### Assignment
All lines of the listing below must be reproduced character for character.

### Input data
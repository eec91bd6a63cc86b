const isText = (target: EventTarget | null): boolean =>
  target instanceof HTMLTextAreaElement || (target instanceof HTMLInputElement && !['radio', 'checkbox'].includes(target.type));

/** The keys by which people everywhere take back their last change, and do it again; within a text field they belong to the text. */
export function findStep(event: KeyboardEvent): 'undo' | 'redo' | undefined {
  if (!(event.ctrlKey || event.metaKey) || event.altKey || event.key.toLowerCase() !== 'z' || isText(event.target)) return undefined;
  return event.shiftKey ? 'redo' : 'undo';
}
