#[test]
fn files_the_system_refuses() -> Outcome {
    let folder = tempfile::tempdir()?;
    let (file, missing) = (folder.path().join("file"), folder.path().join("none/out.csv"));
    fs::write(&file, "older")?;
    assert_refused(Table::open(&missing).map(|_| ()), &["none/out.csv: cannot open"]);
    assert_refused(Table::open(folder.path()).map(|_| ()), &["cannot"]);
    assert_refused(ElementFile::open(&missing), &["none/out.csv: cannot open"]);
    assert_refused(write_whole(&missing, b"x"), &["none/out.csv: cannot make a file in the folder", "none"]);
    assert_refused(write_whole(file.join("out.csv"), b"x"), &["file/out.csv: cannot make a file in the folder"]);
    assert_refused(write_whole(folder.path(), b"x"), &["this is a folder"]);
    Ok(())
}

#[test]
fn an_older_file_survives_until_the_new_one_is_complete() -> Outcome {
    let folder = tempfile::tempdir()?;
    let path = folder.path().join("out.csv");
    fs::write(&path, "older")?;
    let mut sink = Sink::create(&path)?;
    sink.write_all(&[b'x'; 200_000])?;
    assert_eq!(fs::read(&path)?, b"older");
    drop(sink);
    assert_eq!(fs::read_dir(folder.path())?.count(), 1);
    write_whole(&path, b"newer")?;
    assert_eq!((fs::read(&path)?, fs::read_dir(folder.path())?.count()), (b"newer".to_vec(), 1));
    Ok(())
}

#[cfg(target_os = "linux")]
#[test]
fn a_full_disk_is_reported() {
    let full = Path::new("/dev/full");
    assert_refused(write_whole(full, b"x"), &["/dev/full: cannot write", "No space left"]);
    assert!(full.exists());
}

#[cfg(unix)]
#[test]
fn links_and_permissions_are_kept() -> Outcome {
    use std::os::unix::fs::{PermissionsExt, symlink};
    let folder = tempfile::tempdir()?;
    let (path, link) = (folder.path().join("out.csv"), folder.path().join("link.csv"));
    fs::write(&path, "older")?;
    fs::set_permissions(&path, fs::Permissions::from_mode(0o640))?;
    symlink(&path, &link)?;
    write_whole(&link, b"newer")?;
    assert!(fs::symlink_metadata(&link)?.is_symlink());
    assert_eq!((fs::read(&path)?, fs::metadata(&path)?.permissions().mode() & 0o777), (b"newer".to_vec(), 0o640));
    Ok(())
}

/// Rows without end, a block at a time.
struct ManyRows(&'static [u8], usize);

impl Read for ManyRows {
    fn read(&mut self, buffer: &mut [u8]) -> io::Result<usize> {
        for (at, byte) in buffer.iter_mut().enumerate() {
            *byte = self.0[(self.1 + at) % self.0.len()];
        }
        self.1 += buffer.len();
        Ok(buffer.len())
    }
}

/// Reads a million rows; run it by name in release to see the time.
#[test]
fn a_million_rows() -> Outcome {
    let rows = 1_000_000;
    let input = HEADER.as_bytes().chain(ManyRows(b"4.98213,20.0371,101.325,12.3456\n", 0));
    let mut table = Table::from_reader("bench.csv", input)?;
    let (plan, start, mut sum) = (ReadingsPlan::bind(&table)?, Instant::now(), 0.0);
    for _ in 0..rows {
        let row = table.next_row()?.ok_or("a row")?;
        sum += plan.reading(&row)?.pressure_drop + row.number(3)?.unwrap_or_default();
    }
    println!("{rows} rows in {:.3} s", start.elapsed().as_secs_f64());
    assert!((sum / f64::from(rows) - 4982.13).abs() < 1e-2);
    Ok(())
}

proptest! {
    #[test]
    fn any_bytes_are_read_or_refused(bytes in proptest::collection::vec(any::<u8>(), 0..400)) {
        let _ = readings(bytes);
    }

    #[test]
    fn any_cells_are_read_or_refused(body in "[\"#,\r\n 0-9.eE+-]{0,200}") {
        let text = format!("{HEADER}{body}");
        let _ = points(&text);
        let Ok(mut table) = Table::from_reader("bench.csv", io::Cursor::new(text)) else {
            return Ok(());
        };
        while let Ok(Some(row)) = table.next_row() {
            prop_assert_eq!(row.raw().len(), 4);
        }
    }

    #[test]
    fn any_toml_is_read_or_refused(text in "([a-z_]{0,9}[\\[\\]=\"'.,{}0-9 \n\u{e4}-]{0,9}){0,9}") {
        let _ = element(&text);
        let _ = fluids_file::read(&TomlText::new("fluids.toml", &text), Path::new("/none"));
    }

    #[test]
    fn numbers_survive(value in any::<f64>().prop_filter("finite", |value| value.is_finite())) {
        let mut table = Table::from_reader("t.csv", io::Cursor::new(format!("x,pressure_drop_Pa\n{value:?},{value}\n")))?;
        let row = table.next_row()?.ok_or(TestCaseError::fail("a row"))?;
        prop_assert_eq!(row.number(0)?.map(f64::to_bits), Some(value.to_bits()));
        prop_assert_eq!(row.number(1)?, Some(value));
    }
}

### Solution to this problem
repository eec91bd6a63cc86b
const isText = (target: EventTarget | null): boolean =>
  target instanceof HTMLTextAreaElement || (target instanceof HTMLInputElement && !['radio', 'checkbox'].includes(target.type));

/** The keys by which people everywhere take back their last change, and do it again; within a text field they belong to the text. */
export function findStep(event: KeyboardEvent): 'undo' | 'redo' | undefined {
  if (!(event.ctrlKey || event.metaKey) || event.altKey || event.key.toLowerCase() !== 'z' || isText(event.target)) return undefined;
  return event.shiftKey ? 'redo' : 'undo';
}
#[test]
fn files_the_system_refuses() -> Outcome {
    let folder = tempfile::tempdir()?;
    let (file, missing) = (folder.path().join("file"), folder.path().join("none/out.csv"));
    fs::write(&file, "older")?;
    assert_refused(Table::open(&missing).map(|_| ()), &["none/out.csv: cannot open"]);
    assert_refused(Table::open(folder.path()).map(|_| ()), &["cannot"]);
    assert_refused(ElementFile::open(&missing), &["none/out.csv: cannot open"]);
    assert_refused(write_whole(&missing, b"x"), &["none/out.csv: cannot make a file in the folder", "none"]);
    assert_refused(write_whole(file.join("out.csv"), b"x"), &["file/out.csv: cannot make a file in the folder"]);
    assert_refused(write_whole(folder.path(), b"x"), &["this is a folder"]);
    Ok(())
}

#[test]
fn an_older_file_survives_until_the_new_one_is_complete() -> Outcome {
    let folder = tempfile::tempdir()?;
    let path = folder.path().join("out.csv");
    fs::write(&path, "older")?;
    let mut sink = Sink::create(&path)?;
    sink.write_all(&[b'x'; 200_000])?;
    assert_eq!(fs::read(&path)?, b"older");
    drop(sink);
    assert_eq!(fs::read_dir(folder.path())?.count(), 1);
    write_whole(&path, b"newer")?;
    assert_eq!((fs::read(&path)?, fs::read_dir(folder.path())?.count()), (b"newer".to_vec(), 1));
    Ok(())
}

#[cfg(target_os = "linux")]
#[test]
fn a_full_disk_is_reported() {
    let full = Path::new("/dev/full");
    assert_refused(write_whole(full, b"x"), &["/dev/full: cannot write", "No space left"]);
    assert!(full.exists());
}

#[cfg(unix)]
#[test]
fn links_and_permissions_are_kept() -> Outcome {
    use std::os::unix::fs::{PermissionsExt, symlink};
    let folder = tempfile::tempdir()?;
    let (path, link) = (folder.path().join("out.csv"), folder.path().join("link.csv"));
    fs::write(&path, "older")?;
    fs::set_permissions(&path, fs::Permissions::from_mode(0o640))?;
    symlink(&path, &link)?;
    write_whole(&link, b"newer")?;
    assert!(fs::symlink_metadata(&link)?.is_symlink());
    assert_eq!((fs::read(&path)?, fs::metadata(&path)?.permissions().mode() & 0o777), (b"newer".to_vec(), 0o640));
    Ok(())
}

/// Rows without end, a block at a time.
struct ManyRows(&'static [u8], usize);

impl Read for ManyRows {
    fn read(&mut self, buffer: &mut [u8]) -> io::Result<usize> {
        for (at, byte) in buffer.iter_mut().enumerate() {
            *byte = self.0[(self.1 + at) % self.0.len()];
        }
        self.1 += buffer.len();
        Ok(buffer.len())
    }
}

/// Reads a million rows; run it by name in release to see the time.
#[test]
fn a_million_rows() -> Outcome {
    let rows = 1_000_000;
    let input = HEADER.as_bytes().chain(ManyRows(b"4.98213,20.0371,101.325,12.3456\n", 0));
    let mut table = Table::from_reader("bench.csv", input)?;
    let (plan, start, mut sum) = (ReadingsPlan::bind(&table)?, Instant::now(), 0.0);
    for _ in 0..rows {
        let row = table.next_row()?.ok_or("a row")?;
        sum += plan.reading(&row)?.pressure_drop + row.number(3)?.unwrap_or_default();
    }
    println!("{rows} rows in {:.3} s", start.elapsed().as_secs_f64());
    assert!((sum / f64::from(rows) - 4982.13).abs() < 1e-2);
    Ok(())
}

proptest! {
    #[test]
    fn any_bytes_are_read_or_refused(bytes in proptest::collection::vec(any::<u8>(), 0..400)) {
        let _ = readings(bytes);
    }

    #[test]
    fn any_cells_are_read_or_refused(body in "[\"#,\r\n 0-9.eE+-]{0,200}") {
        let text = format!("{HEADER}{body}");
        let _ = points(&text);
        let Ok(mut table) = Table::from_reader("bench.csv", io::Cursor::new(text)) else {
            return Ok(());
        };
        while let Ok(Some(row)) = table.next_row() {
            prop_assert_eq!(row.raw().len(), 4);
        }
    }

    #[test]
    fn any_toml_is_read_or_refused(text in "([a-z_]{0,9}[\\[\\]=\"'.,{}0-9 \n\u{e4}-]{0,9}){0,9}") {
        let _ = element(&text);
        let _ = fluids_file::read(&TomlText::new("fluids.toml", &text), Path::new("/none"));
    }

    #[test]
    fn numbers_survive(value in any::<f64>().prop_filter("finite", |value| value.is_finite())) {
        let mut table = Table::from_reader("t.csv", io::Cursor::new(format!("x,pressure_drop_Pa\n{value:?},{value}\n")))?;
        let row = table.next_row()?.ok_or(TestCaseError::fail("a row"))?;
        prop_assert_eq!(row.number(0)?.map(f64::to_bits), Some(value.to_bits()));
        prop_assert_eq!(row.number(1)?, Some(value));
    }
}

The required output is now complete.